(Collected data)
# # #

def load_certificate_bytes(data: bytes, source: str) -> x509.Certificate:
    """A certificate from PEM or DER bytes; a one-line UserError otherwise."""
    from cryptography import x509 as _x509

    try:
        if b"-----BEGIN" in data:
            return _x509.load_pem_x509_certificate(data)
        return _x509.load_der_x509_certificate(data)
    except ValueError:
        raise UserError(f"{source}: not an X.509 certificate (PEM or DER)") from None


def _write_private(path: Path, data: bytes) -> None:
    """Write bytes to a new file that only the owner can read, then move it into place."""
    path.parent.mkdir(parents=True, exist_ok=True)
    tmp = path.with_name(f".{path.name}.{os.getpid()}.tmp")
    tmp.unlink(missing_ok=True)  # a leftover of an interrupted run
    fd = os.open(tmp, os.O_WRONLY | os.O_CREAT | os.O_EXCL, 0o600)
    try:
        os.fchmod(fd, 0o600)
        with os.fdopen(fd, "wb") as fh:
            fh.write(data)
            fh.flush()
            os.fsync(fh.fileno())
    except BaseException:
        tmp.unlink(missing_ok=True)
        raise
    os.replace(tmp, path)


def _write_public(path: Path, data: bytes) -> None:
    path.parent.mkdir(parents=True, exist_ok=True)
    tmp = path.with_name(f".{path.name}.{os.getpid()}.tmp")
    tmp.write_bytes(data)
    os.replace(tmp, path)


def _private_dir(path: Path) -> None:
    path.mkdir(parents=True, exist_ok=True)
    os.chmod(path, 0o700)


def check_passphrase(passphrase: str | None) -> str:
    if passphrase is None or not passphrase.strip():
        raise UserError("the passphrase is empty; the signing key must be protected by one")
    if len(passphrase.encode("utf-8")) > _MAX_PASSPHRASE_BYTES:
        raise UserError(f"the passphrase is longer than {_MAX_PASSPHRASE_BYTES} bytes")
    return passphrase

# # #

**Task requirements**
Across the data above, how many lines contain "from"? Reply with a bare number.

**Response below**
3